- _Problem details_
Report all lines below with the word "body".

- _Input records_
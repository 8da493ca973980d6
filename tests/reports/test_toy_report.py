"""A design registered from outside (tests/schemas/toy_design.py) renders a whole report through
the generic renderer: no report file names it, every word comes from its declarations."""

from __future__ import annotations

import dataclasses
import math
from statistics import NormalDist

import pytest
from reports_testkit import REQUEST

from service.engine import compute, designs
from service.reports import describe
from service.reports.justification import fmt_power, justification
from service.reports.plots import curve_points, power_curve_svg
from service.reports.render import render_report, render_staff_list
from service.schemas import load_question
from tests.schemas import toy_design


@pytest.fixture
def toy():
    design = toy_design.register()
    yield design
    toy_design.unregister()


def _record() -> dict:
    return compute(load_question(toy_design.QUESTION))


def test_the_toy_design_renders_a_report(toy):
    record = _record()
    # formula: Wald test of log(rate ratio), n = (z.975 + z.80)² (1/1.5 + 1/1.05) / ln²0.7
    # (the toy's own formula, common practice, no source)
    z = NormalDist().inv_cdf
    n = (z(0.975) + z(0.8)) ** 2 * (1 / 1.5 + 1 / (1.5 * 0.7)) / math.log(0.7) ** 2
    assert record["sample_size"]["per_group"] == [math.ceil(n)] * 2
    page = render_report(REQUEST, record, curve_svg=power_curve_svg(curve_points(record, points=5)))
    text = justification(record)
    for words in (
        toy.label,
        toy.analyses[0].label,
        toy.phrases.effect(record["question"], record),
        toy.phrases.assumptions(record["question"]),
        fmt_power(record["power"]["estimate"]),
        f"{math.ceil(n)} per group",
    ):
        assert words in text, words
    assert f"“{toy.label}”" in page and toy.analyses[0].label in page
    staff = render_staff_list([dict(REQUEST, question=record["question"])])
    assert toy.label in staff and toy.analyses[0].label in staff


def test_a_design_without_phrases_is_told_from_its_field_labels(toy):
    bare = designs.register(dataclasses.replace(toy, phrases=None))
    record = _record()
    q = record["question"]
    assert describe.effect_text(q) == "rate ratio 0.7"
    assert describe.assumptions_text(q) == "control event rate 1.5"
    text = justification(record)
    assert "rate ratio 0.7 with control event rate 1.5" in text
    assert bare.fields[0].name not in text  # rate_ratio: the label, never the field name
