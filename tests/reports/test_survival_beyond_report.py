"""The two new time-to-event examples (delayed effect, noninferiority on the hazard ratio) pass
through the API, the CLI and the report."""

from __future__ import annotations

import json
import subprocess
import sys
from pathlib import Path

import pytest
from reports_testkit import REQUEST

from service.engine import compute
from service.reports.justification import justification
from service.reports.plots import curve_points, power_curve_svg
from service.reports.render import render_report
from service.schemas import load_question

ROOT = Path(__file__).resolve().parents[2]
EXAMPLES = ROOT / "service" / "examples"
FILES = (
    "northbridge_immunotherapy_delayed_effect.json",
    "northbridge_anticoagulant_noninferiority.json",
)


@pytest.mark.parametrize("name", FILES)
def test_example_through_api_cli_and_report(client, name):
    question = json.loads((EXAMPLES / name).read_text())
    api = client.post("/v1/calculations", json={"question": question})
    assert api.status_code == 200, api.get_json()
    via_api = api.get_json()

    cli = subprocess.run(
        [sys.executable, "-m", "service.cli", "compute", str(EXAMPLES / name)],
        capture_output=True,
        text=True,
        cwd=ROOT,
        timeout=300,
    )
    assert cli.returncode == 0, cli.stderr
    via_cli = json.loads(cli.stdout)
    assert via_cli["sample_size"] == via_api["sample_size"]
    assert via_cli["events"]["calendar_time"] == pytest.approx(via_api["events"]["calendar_time"])

    record = compute(load_question(question))
    text = justification(record)
    unit = question["assumptions"]["time_unit"]
    assert f"{record['sample_size']['per_group'][0]:,} per group" in text
    assert f"{round(record['events']['calendar_time'], 1):g} {unit} after" in text
    page = render_report(REQUEST, record, curve_svg=power_curve_svg(curve_points(record, points=5)))
    assert "Time to event, two groups" in page


def test_delayed_effect_report_words():
    question = json.loads((EXAMPLES / FILES[0]).read_text())
    text = justification(compute(load_question(question)))
    assert "no treatment effect (hazard ratio 1) during the first 3 months" in text
    assert "events are expected" in text  # the drift sets N; events follow from it
    assert "Lakatos (1988)" in text


def test_noninferiority_report_words():
    question = json.loads((EXAMPLES / FILES[1]).read_text())
    text = justification(compute(load_question(question)))
    assert "hazard-ratio margin of 1.3" in text
    assert "events are required" in text
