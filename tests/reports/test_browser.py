"""The report in a real browser: it renders, prints to PDF and raises no script errors.

Skipped only when /usr/bin/chromium is absent and SIZEWISE_REQUIRE_BROWSER is unset (CI sets it).
"""

import functools
import http.server
import os
import shutil
import subprocess
import threading
import zlib
from pathlib import Path

import pytest
from reports_testkit import REQUEST, question

from service.engine.explore import robustness, sensitivity
from service.reports.plots import curve_points, power_curve_svg
from service.reports.render import render_report, render_staff_list

CHROMIUM = "/usr/bin/chromium"

pytestmark = pytest.mark.skipif(
    not os.path.exists(CHROMIUM) and not os.environ.get("SIZEWISE_REQUIRE_BROWSER"),
    reason="chromium not installed (set SIZEWISE_REQUIRE_BROWSER=1 to make this a failure)",
)

# Test-only probe, placed first in <head>: records script errors and console.error calls in a
# DOM attribute, then clicks the copy button once the page has loaded.
_PROBE = """<script>
(function () {
  var errors = [];
  function note(msg) { errors.push(String(msg)); document.documentElement.setAttribute("data-errors", errors.join(" | ")); }
  window.addEventListener("error", function (e) { note(e.message || "resource error"); }, true);
  window.addEventListener("unhandledrejection", function (e) { note("unhandled rejection: " + e.reason); });
  var original = console.error;
  console.error = function () { note(Array.prototype.join.call(arguments, " ")); original.apply(console, arguments); };
  window.addEventListener("load", function () {
    document.getElementById("copy-justification").click();
    setTimeout(function () { document.documentElement.setAttribute("data-probe", "done"); }, 300);
  });
})();
</script>"""


@pytest.fixture(scope="module")
def site(tmp_path_factory, simulated_record):
    """Serve the report (and a probed copy and the staff list) from a local ephemeral-port server."""
    root = tmp_path_factory.mktemp("site")
    q = question(adjustments={"dropout": 0.1})
    page = render_report(
        REQUEST,
        simulated_record,
        curve_svg=power_curve_svg(curve_points(simulated_record, replicates=300)),
        sensitivity=sensitivity(
            q, {"effect.difference": [0.4, 0.5, 0.6], "adjustments.dropout": [0.1, 0.2]}
        ),
        robustness=robustness(
            simulated_record["question"],
            simulated_record["sample_size"]["per_group"],
            replicates=300,
            seed=11,
        ),
    )
    (root / "report.html").write_text(page, encoding="utf-8")
    (root / "probe.html").write_text(page.replace("<head>", "<head>" + _PROBE, 1), encoding="utf-8")
    (root / "list.html").write_text(
        render_staff_list([REQUEST, dict(REQUEST, id="a" * 32, status="queued")]), encoding="utf-8"
    )
    handler = functools.partial(_QuietHandler, directory=str(root))
    server = http.server.ThreadingHTTPServer(("127.0.0.1", 0), handler)
    thread = threading.Thread(target=server.serve_forever, daemon=True)
    thread.start()
    try:
        yield f"http://127.0.0.1:{server.server_address[1]}"
    finally:
        server.shutdown()
        server.server_close()
        thread.join(timeout=10)


class _QuietHandler(http.server.SimpleHTTPRequestHandler):
    def log_message(self, *args):  # keep pytest output clean
        pass


def _chromium(tmp_path: Path, *args: str) -> subprocess.CompletedProcess:
    profile = tmp_path / "profile"
    profile.mkdir(exist_ok=True)
    cmd = [
        CHROMIUM,
        "--headless",
        "--no-sandbox",
        "--disable-gpu",
        "--disable-quic",
        "--no-first-run",
        "--disable-background-networking",
        "--disable-component-update",
        "--disable-sync",
        f"--user-data-dir={profile}",
        "--enable-logging=stderr",
        "--v=0",
        *args,
    ]
    try:
        return subprocess.run(cmd, capture_output=True, text=True, timeout=120, check=False)
    finally:
        shutil.rmtree(profile, ignore_errors=True)


def _page_errors(stderr: str) -> list[str]:
    # Page console output appears as "INFO:CONSOLE:<line>]" lines; uncaught exceptions say "Uncaught".
    return [line for line in stderr.splitlines() if "Uncaught" in line or ":CONSOLE" in line]


def _png_pixels(data: bytes) -> tuple[int, int, int]:
    """Return (width, height, distinct scanline byte values) from a PNG, using zlib only."""
    assert data[:8] == b"\x89PNG\r\n\x1a\n"
    pos, idat, width, height = 8, b"", 0, 0
    while pos < len(data):
        length = int.from_bytes(data[pos : pos + 4], "big")
        kind = data[pos + 4 : pos + 8]
        body = data[pos + 8 : pos + 8 + length]
        if kind == b"IHDR":
            width, height = int.from_bytes(body[:4], "big"), int.from_bytes(body[4:8], "big")
        elif kind == b"IDAT":
            idat += body
        pos += 12 + length
    raw = zlib.decompress(idat)
    return width, height, len(set(raw))


def test_screenshot_is_not_blank(site, tmp_path):
    shot = tmp_path / "report.png"
    result = _chromium(
        tmp_path, f"--screenshot={shot}", "--window-size=1280,2000", f"{site}/report.html"
    )
    assert shot.exists(), result.stderr[-2000:]
    width, height, distinct = _png_pixels(shot.read_bytes())
    assert (width, height) == (1280, 2000)
    assert distinct > 100  # text, chart and tables: far more than a blank or single-color page
    from matplotlib import image

    pixels = image.imread(str(shot))
    assert pixels.std() > 0.05  # contrast, not a uniform wash
    assert not _page_errors(result.stderr), _page_errors(result.stderr)


def test_print_to_pdf(site, tmp_path):
    pdf = tmp_path / "report.pdf"
    result = _chromium(
        tmp_path, f"--print-to-pdf={pdf}", "--no-pdf-header-footer", f"{site}/report.html"
    )
    assert pdf.exists(), result.stderr[-2000:]
    data = pdf.read_bytes()
    assert data.startswith(b"%PDF") and len(data) > 20_000
    assert data.count(b"/Type /Page") - data.count(b"/Type /Pages") >= 2  # a multi-page document


def test_no_script_errors_and_copy_button_works(site, tmp_path):
    result = _chromium(tmp_path, "--dump-dom", "--virtual-time-budget=5000", f"{site}/probe.html")
    dom = result.stdout
    html_tag = dom[dom.index("<html") : dom.index(">", dom.index("<html")) + 1]
    assert 'data-probe="done"' in html_tag, result.stderr[-2000:]
    assert "data-errors" not in html_tag, html_tag
    assert 'id="copy-status"' in dom and ("Copied." in dom or "Text selected" in dom)
    assert not _page_errors(result.stderr), _page_errors(result.stderr)


def test_staff_list_renders(site, tmp_path):
    result = _chromium(tmp_path, "--dump-dom", f"{site}/list.html")
    assert "Sample size requests" in result.stdout and "Queued" in result.stdout
    assert not _page_errors(result.stderr)
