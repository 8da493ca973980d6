"""Designs registered from outside (the schema tests' count × two groups toy and the engine tests'
count × single group toy) render whole reports through the generic renderer: no report file
names them, every word comes from their declarations."""

from __future__ import annotations

import dataclasses
import math
from statistics import NormalDist

import pytest
from reports_testkit import REQUEST

from service.engine import compute, designs
from service.reports import describe
from service.reports.justification import fmt_power, justification
from service.reports.plots import curve_points, power_curve_svg
from service.reports.render import render_report, render_staff_list
from service.schemas import load_question
from tests.engine import toy_design as engine_toy
from tests.schemas import toy_design


@pytest.fixture
def toy():
    design = toy_design.register()
    yield design
    toy_design.unregister()


def _record() -> dict:
    return compute(load_question(toy_design.QUESTION))


def test_the_toy_design_renders_a_report(toy):
    record = _record()
    # formula: Wald test of log(rate ratio), n = (z.975 + z.80)² (1/1.5 + 1/1.05) / ln²0.7
    # (the toy's own formula, common practice, no source)
    z = NormalDist().inv_cdf
    n = (z(0.975) + z(0.8)) ** 2 * (1 / 1.5 + 1 / (1.5 * 0.7)) / math.log(0.7) ** 2
    assert record["sample_size"]["per_group"] == [math.ceil(n)] * 2
    page = render_report(REQUEST, record, curve_svg=power_curve_svg(curve_points(record, points=5)))
    text = justification(record)
    for words in (
        toy.label,
        toy.analyses[0].label,
        toy.phrases.effect(record["question"], record),
        toy.phrases.assumptions(record["question"]),
        fmt_power(record["power"]["estimate"]),
        f"{math.ceil(n)} per group",
    ):
        assert words in text, words
    assert f"“{toy.label}”" in page and toy.analyses[0].label in page
    staff = render_staff_list([dict(REQUEST, question=record["question"])])
    assert toy.label in staff and toy.analyses[0].label in staff


def test_a_design_without_phrases_is_told_from_its_field_labels(toy):
    bare = designs.register(dataclasses.replace(toy, phrases=None))
    record = _record()
    q = record["question"]
    assert describe.effect_text(q) == "rate ratio 0.7"
    assert describe.assumptions_text(q) == "control event rate 1.5"
    text = justification(record)
    assert "rate ratio 0.7 with control event rate 1.5" in text
    assert bare.fields[0].name not in text  # rate_ratio: the label, never the field name


@pytest.fixture
def single_toy():
    design = engine_toy.register()
    yield design
    engine_toy.unregister()


def _single(**fields) -> dict:
    posted = {
        "outcome": "toy_count",
        "layout": "single_group",
        "effect": {"rate_ratio": 1.5},
        "assumptions": {"reference_rate": 2.0},
        **fields,
    }
    return compute(load_question(posted))


def test_the_engine_toy_reports_every_find(single_toy):
    label = single_toy.field("rate_ratio").label
    sized = _single()
    effect = _single(
        find="effect", effect={}, sample_size={"per_group": [sized["sample_size"]["total"]]}
    )
    for record in (sized, _single(find="power", sample_size={"per_group": [40]}), effect):
        page = render_report(
            REQUEST, record, curve_svg=power_curve_svg(curve_points(record, points=5))
        )
        text = justification(record)
        assert single_toy.label in text and single_toy.analyses[0].label in text
        shown = fmt_power(record["power"]["estimate"])
        assert shown in page and (shown in text or record["question"]["find"] == "effect")
        assert "participants" in text and "rate_ratio" not in text
        assert "None" not in text and "None" not in page
    text = justification(effect)
    assert f"the smallest {label} detectable with 80% power" in text
    assert describe.fmt_num(effect["effect"]["value"]) in text
    assert f"smallest detectable {label}" in curve_points(effect, points=5)["title"]
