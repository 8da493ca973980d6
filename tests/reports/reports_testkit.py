"""Invented demo inputs for the report tests; questions come from tests/engine/questions.py."""

from tests.engine.questions import EFFECTS

D_HALF = EFFECTS["two_means"]  # d = 0.5
# Control median 12 months -> hazard ln 2 / 12; accrual 24, extra follow-up 12.
SURVIVAL = EFFECTS["survival_logrank"]

# Invented demo request (Northbridge General Hospital research office); not real data.
REQUEST = {
    "id": "5f0c2d9e8a7b4c1d9e0f1a2b3c4d5e6f",
    "status": "computed",
    "protocol": {
        "id": "NGH-2025-014",
        "title": "Home blood-pressure coaching after discharge",
        "version": "1.2",
        "principal_investigator": "Dr. A. Okafor",
    },
    "requester": {
        "name": "Maya Lindqvist",
        "email": "m.lindqvist@northbridge.example",
        "department": "Cardiology research office",
    },
    "deadline": "2025-03-31",
    "context": {"effect_source": "the Northbridge pilot study of 2023"},
}
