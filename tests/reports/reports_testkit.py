"""Invented demo inputs for the report tests: questions as an investigator posts them.

Every question goes through the public normalizer (``load_question``), so the tests read the
same vocabulary as the API, the CLI and the examples (VOCAB §1).
"""

from service.engine import compute
from service.schemas import load_question
from tests.posted import SURV as SURVIVAL  # HR 0.75, control median 12 months

__all__ = ["D_HALF", "REQUEST", "SURVIVAL", "answer", "posted", "question"]

# d = 0.5: difference 0.5 with SD 1 (Cohen 1988, Table 2.4.1: 64 per group at power .80).
D_HALF = {"effect": {"difference": 0.5}, "assumptions": {"sd": 1.0}}

# Invented demo request (Northbridge General Hospital research office); not real data.
REQUEST = {
    "id": "5f0c2d9e8a7b4c1d9e0f1a2b3c4d5e6f",
    "status": "computed",
    "protocol": {
        "id": "NGH-2025-014",
        "title": "Home blood-pressure coaching after discharge",
        "version": "1.2",
        "principal_investigator": "Dr. A. Okafor",
    },
    "requester": {
        "name": "Maya Lindqvist",
        "email": "m.lindqvist@northbridge.example",
        "department": "Cardiology research office",
    },
    "deadline": "2025-03-31",
    "context": {"effect_source": "the Northbridge pilot study of 2023"},
}


def posted(**fields) -> dict:
    """A question as posted; continuous × two groups, d = 0.5, unless ``fields`` say otherwise."""
    body = {"outcome": "continuous", "layout": "two_groups", "find": "sample_size", **D_HALF}
    body.update(fields)
    return body


def question(**fields) -> dict:
    """The normalized question of a posted one (see ``posted``)."""
    return load_question(posted(**fields))


def answer(**posted) -> dict:
    """The engine's record for a posted question (see ``question``)."""
    return compute(question(**posted))
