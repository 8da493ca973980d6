"""The report says what the simulated size means: holds, conservative (valid, costs power) or
exceeds (not valid here), judged against the alpha each test used."""

from __future__ import annotations

import copy

import pytest
from reports_testkit import REQUEST, answer

from service.engine.explore import robustness
from service.engine.search import wilson
from service.reports.justification import justification
from service.reports.render import render_report


@pytest.fixture(scope="module")
def fisher_record() -> dict:
    # Fisher's exact test at p = 0.3, 40 per group: exact size 0.0282 (exact enumeration in
    # tests/engine/test_size_verdict.py), well below 0.05.
    return answer(
        outcome="binary",
        effect={"p_treatment": 0.6},
        assumptions={"p_control": 0.3},
        find="power",
        sample_size={"per_group": [40, 40]},
        analysis="fisher_exact",
        method="simulation",
        simulation={"replicates": 4000, "seed": 11},
    )


def test_a_conservative_test_is_called_valid(fisher_record):
    text = justification(fisher_record)
    assert fisher_record["type_i_error"]["verdict"] == "conservative"
    assert "the type I error check is conservative" in text
    assert "valid but costs some power" in text
    assert "does not hold its level" not in text


@pytest.mark.parametrize(
    "rejections,verdict", [(200, "holds"), (112, "conservative"), (260, "exceeds")]
)
def test_each_verdict_has_its_words(fisher_record, rejections, verdict):
    record = copy.deepcopy(fisher_record)
    t1 = record["type_i_error"]
    t1.update(estimate=rejections / 4000, ci95=wilson(rejections, 4000), verdict=verdict)
    text = justification(record)
    words = {"holds": "holds", "conservative": "is conservative", "exceeds": "exceeds alpha"}
    # the record's verdict word, exactly, and no other verdict's
    for other, phrase in words.items():
        assert (f"the type I error check {phrase}" in text) == (other == verdict), other
    assert ("does not hold its level" in text) == (verdict == "exceeds")


def test_robustness_panel_flags_only_sizes_above_the_per_comparison_alpha(simulated_record):
    q = copy.deepcopy(simulated_record["question"])
    q["adjustments"]["comparisons"] = 2
    per_group = simulated_record["sample_size"]["per_group"]
    panel = robustness(q, per_group, replicates=1000, seed=5)
    record = dict(simulated_record, question=q)
    page = render_report(REQUEST, record, curve_svg="<svg></svg>", robustness=panel)
    assert "level its test used, 0.025 (0.05 split over the comparisons)" in page
    normal = next(d for d in panel["departures"] if d["name"] == "normal")
    assert normal["type_i_error"]["verdict"] == "holds"  # a t test on normal data at 0.025
    flagged = sum(d["type_i_error"]["verdict"] == "exceeds" for d in panel["departures"])
    assert page.count('class="flag">exceeds alpha') == flagged
    # A panel stored before verdicts (overall alpha only) is judged at alpha / comparisons too.
    old = copy.deepcopy(panel)
    del old["alpha_per_comparison"]
    for d in old["departures"]:
        d["type_i_error"] = {k: d["type_i_error"][k] for k in ("estimate", "mcse", "ci95")}
    again = render_report(REQUEST, record, curve_svg="<svg></svg>", robustness=old)
    assert again.count('class="flag">exceeds alpha') == flagged
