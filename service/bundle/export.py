"""Write a request's audit bundle from the store (a read: nothing is changed or appended)."""

from __future__ import annotations

import json
from typing import Any

from sqlalchemy import select
from sqlalchemy.orm import Session

from service.store import requests as store
from service.store.models import AuditEvent, Request
from service.store.types import utcnow

from . import FORMAT, FORMAT_VERSION, LOCK_FILE
from .check import environment


def _plain(value: Any) -> Any:
    # The JSON the database hands back, dates as ISO text: what the audit hashes were taken of.
    return json.loads(json.dumps(value, default=str))


def _event(event: AuditEvent) -> dict:
    return {
        "id": event.id,
        "request_id": event.request_id,
        "actor": event.actor,
        "action": event.action,
        "detail": event.detail,
        # The exact text the chain hash covers.
        "created_at": event.created_at.isoformat(),
        "prev_sha256": event.prev_sha256,
        "sha256": event.sha256,
    }


def _segment(session: Session, first: int, last: int) -> list[dict]:
    """Every event's links from the request's first event to its last, other requests' included.

    Other events show only their id and hashes (they may concern other requests or tokens), which
    is enough to follow the chain from one of this request's events to the next.
    """
    rows = session.execute(
        select(AuditEvent.id, AuditEvent.prev_sha256, AuditEvent.sha256)
        .where(AuditEvent.id.between(first, last))
        .order_by(AuditEvent.id)
    )
    return [{"id": i, "prev_sha256": prev, "sha256": sha} for i, prev, sha in rows]


def build_bundle(session: Session, row: Request) -> dict:
    """The bundle of a request with a result; raises store.ResultMissing otherwise."""
    result = store.result_for(session, row.id)
    if result is None:
        raise store.ResultMissing(row.id, row.status)
    events = store.history(session, row.id)
    head = session.execute(
        select(AuditEvent.id, AuditEvent.sha256).order_by(AuditEvent.id.desc()).limit(1)
    ).first()
    repro = result.record.get("reproducibility") or {}
    return {
        "format": FORMAT,
        "format_version": FORMAT_VERSION,
        "exported_at": utcnow().isoformat(timespec="seconds"),
        "request": {
            "id": row.id,
            "status": row.status,
            "submitted_at": row.submitted_at.isoformat(),
        },
        "submission": _plain(store.submission_fields(row)),
        "question": row.question,
        "seed": row.seed,
        "seed_scheme": {
            "scheme": repro.get("seed_scheme"),
            "bit_generator": repro.get("bit_generator"),
            "chunk_size": repro.get("chunk_size"),
        },
        "record": result.record,
        "record_sha256": result.record_sha256,
        "environment": {
            "computed_with": result.versions,
            "exported_with": environment(),
            "lock_file": LOCK_FILE,
        },
        "audit": {
            "events": [_event(e) for e in events],
            "chain": _segment(session, events[0].id, events[-1].id) if events else [],
            "head": {"event": head[0], "sha256": head[1]} if head else None,
        },
    }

- _Solution to this exercise_
        body = data[pos + 8 : pos + 8 + length]
            width, height = int.from_bytes(body[:4], "big"), int.from_bytes(body[4:8], "big")
            idat += body
    body = {"outcome": "continuous", "layout": "two_groups", "find": "sample_size", **D_HALF}
    body.update(fields)
    return body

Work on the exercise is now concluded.